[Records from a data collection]
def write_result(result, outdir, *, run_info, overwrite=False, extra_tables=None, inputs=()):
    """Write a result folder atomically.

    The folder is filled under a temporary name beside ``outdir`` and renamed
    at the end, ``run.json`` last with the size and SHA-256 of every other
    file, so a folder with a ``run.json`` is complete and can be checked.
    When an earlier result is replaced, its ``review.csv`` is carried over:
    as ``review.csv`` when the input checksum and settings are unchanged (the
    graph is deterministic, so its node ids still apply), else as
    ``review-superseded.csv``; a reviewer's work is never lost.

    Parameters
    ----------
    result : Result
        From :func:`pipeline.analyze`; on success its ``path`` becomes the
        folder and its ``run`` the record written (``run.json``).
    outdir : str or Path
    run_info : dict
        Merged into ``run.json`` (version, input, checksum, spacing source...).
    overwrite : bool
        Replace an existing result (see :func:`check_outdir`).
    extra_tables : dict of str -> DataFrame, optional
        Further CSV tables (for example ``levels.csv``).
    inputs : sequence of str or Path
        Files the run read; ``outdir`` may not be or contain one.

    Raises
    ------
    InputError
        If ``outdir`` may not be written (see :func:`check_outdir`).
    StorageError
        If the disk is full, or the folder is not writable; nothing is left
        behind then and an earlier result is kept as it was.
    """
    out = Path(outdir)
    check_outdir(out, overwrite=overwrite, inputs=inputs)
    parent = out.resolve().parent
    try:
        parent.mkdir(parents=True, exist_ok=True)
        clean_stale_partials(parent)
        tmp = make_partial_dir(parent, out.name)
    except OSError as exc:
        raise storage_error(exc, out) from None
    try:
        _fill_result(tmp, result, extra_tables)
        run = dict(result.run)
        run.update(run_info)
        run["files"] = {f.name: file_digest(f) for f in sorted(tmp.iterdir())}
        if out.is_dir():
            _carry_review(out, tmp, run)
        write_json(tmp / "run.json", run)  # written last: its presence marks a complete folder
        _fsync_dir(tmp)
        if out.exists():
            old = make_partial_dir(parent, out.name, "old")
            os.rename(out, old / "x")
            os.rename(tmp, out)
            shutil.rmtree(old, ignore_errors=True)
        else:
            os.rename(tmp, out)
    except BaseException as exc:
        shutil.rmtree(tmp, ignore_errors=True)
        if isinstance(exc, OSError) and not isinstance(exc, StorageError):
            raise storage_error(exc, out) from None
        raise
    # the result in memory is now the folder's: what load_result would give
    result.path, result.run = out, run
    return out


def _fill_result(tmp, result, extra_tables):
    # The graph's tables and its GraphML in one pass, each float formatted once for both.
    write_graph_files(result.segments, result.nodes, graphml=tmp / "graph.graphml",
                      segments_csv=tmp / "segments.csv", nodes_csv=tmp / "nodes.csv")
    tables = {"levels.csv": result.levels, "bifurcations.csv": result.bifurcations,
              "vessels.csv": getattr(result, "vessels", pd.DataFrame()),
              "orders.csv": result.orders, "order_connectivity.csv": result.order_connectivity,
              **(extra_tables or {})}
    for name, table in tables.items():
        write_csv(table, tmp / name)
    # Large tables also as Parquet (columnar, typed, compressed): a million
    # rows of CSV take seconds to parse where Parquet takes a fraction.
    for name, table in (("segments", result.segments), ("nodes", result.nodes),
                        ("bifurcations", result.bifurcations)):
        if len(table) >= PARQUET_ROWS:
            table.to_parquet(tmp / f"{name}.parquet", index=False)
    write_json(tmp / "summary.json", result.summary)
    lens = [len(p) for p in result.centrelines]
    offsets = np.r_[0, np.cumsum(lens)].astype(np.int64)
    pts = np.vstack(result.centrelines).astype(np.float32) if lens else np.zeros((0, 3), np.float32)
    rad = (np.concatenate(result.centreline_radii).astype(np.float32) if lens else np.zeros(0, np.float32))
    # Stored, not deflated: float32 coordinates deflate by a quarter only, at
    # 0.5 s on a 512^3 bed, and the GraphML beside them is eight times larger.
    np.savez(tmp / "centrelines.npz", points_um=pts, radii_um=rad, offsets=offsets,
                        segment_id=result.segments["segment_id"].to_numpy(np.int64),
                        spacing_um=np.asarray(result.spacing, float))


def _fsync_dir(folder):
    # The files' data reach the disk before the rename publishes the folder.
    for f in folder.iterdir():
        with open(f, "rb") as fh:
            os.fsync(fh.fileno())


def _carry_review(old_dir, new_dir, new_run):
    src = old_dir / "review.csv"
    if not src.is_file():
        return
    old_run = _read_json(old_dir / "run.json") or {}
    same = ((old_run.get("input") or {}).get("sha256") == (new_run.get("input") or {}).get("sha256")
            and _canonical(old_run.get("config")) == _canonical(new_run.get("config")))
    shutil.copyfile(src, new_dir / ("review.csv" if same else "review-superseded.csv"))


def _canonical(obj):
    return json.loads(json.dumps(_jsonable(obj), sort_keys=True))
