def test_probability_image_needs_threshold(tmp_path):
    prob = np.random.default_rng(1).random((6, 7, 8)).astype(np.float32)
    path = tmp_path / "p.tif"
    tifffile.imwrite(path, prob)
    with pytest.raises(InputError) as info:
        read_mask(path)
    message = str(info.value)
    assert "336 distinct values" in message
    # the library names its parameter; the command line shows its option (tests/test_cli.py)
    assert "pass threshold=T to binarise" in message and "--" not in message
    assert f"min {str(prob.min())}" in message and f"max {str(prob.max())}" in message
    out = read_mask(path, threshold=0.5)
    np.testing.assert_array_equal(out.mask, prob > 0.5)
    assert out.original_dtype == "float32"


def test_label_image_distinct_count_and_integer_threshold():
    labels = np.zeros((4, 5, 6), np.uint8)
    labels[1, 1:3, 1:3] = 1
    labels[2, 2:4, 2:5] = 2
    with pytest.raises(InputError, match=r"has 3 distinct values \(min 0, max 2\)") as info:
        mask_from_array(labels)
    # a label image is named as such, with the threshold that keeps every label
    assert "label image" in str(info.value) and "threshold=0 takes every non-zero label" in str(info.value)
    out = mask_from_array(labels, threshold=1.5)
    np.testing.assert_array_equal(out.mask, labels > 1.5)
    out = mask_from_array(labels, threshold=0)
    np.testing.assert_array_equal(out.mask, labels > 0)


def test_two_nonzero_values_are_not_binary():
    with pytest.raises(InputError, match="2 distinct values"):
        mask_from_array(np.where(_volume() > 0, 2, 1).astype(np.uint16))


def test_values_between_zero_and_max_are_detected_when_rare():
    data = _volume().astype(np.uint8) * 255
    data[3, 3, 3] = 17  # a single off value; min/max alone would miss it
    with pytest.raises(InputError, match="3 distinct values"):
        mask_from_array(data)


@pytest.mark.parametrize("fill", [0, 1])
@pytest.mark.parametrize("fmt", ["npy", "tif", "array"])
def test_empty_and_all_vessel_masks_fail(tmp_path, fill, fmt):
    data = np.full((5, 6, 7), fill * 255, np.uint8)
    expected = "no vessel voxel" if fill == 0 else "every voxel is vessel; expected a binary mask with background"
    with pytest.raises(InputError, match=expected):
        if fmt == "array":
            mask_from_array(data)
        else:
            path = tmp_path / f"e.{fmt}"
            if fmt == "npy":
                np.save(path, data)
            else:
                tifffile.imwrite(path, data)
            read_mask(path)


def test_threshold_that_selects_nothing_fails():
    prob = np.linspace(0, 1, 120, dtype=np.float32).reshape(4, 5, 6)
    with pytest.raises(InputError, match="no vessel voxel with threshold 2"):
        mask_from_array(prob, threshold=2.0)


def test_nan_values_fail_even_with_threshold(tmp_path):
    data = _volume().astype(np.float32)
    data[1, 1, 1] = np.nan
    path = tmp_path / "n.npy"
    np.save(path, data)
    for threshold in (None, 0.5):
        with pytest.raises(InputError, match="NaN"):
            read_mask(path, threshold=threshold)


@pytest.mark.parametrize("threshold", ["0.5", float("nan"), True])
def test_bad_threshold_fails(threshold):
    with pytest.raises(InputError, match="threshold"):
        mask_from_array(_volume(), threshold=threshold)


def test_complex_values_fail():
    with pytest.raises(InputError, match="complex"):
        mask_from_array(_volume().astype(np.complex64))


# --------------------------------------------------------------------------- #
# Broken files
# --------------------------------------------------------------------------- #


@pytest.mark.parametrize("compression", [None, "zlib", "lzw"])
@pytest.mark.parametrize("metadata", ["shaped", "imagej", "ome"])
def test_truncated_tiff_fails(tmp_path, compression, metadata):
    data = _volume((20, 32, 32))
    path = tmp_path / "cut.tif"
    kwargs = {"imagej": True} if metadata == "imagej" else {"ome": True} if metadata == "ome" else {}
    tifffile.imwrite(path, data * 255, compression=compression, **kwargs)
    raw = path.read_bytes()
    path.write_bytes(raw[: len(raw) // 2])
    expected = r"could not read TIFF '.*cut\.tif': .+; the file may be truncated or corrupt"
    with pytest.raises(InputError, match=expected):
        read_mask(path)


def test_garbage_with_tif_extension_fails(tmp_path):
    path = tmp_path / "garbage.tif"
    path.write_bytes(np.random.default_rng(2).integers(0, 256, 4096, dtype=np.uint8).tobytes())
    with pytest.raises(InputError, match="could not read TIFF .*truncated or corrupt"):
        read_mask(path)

**Aim of the task:** How many lines in the entries above hold the string "func"? Answer with the number and nothing more.

**Answer space:** 3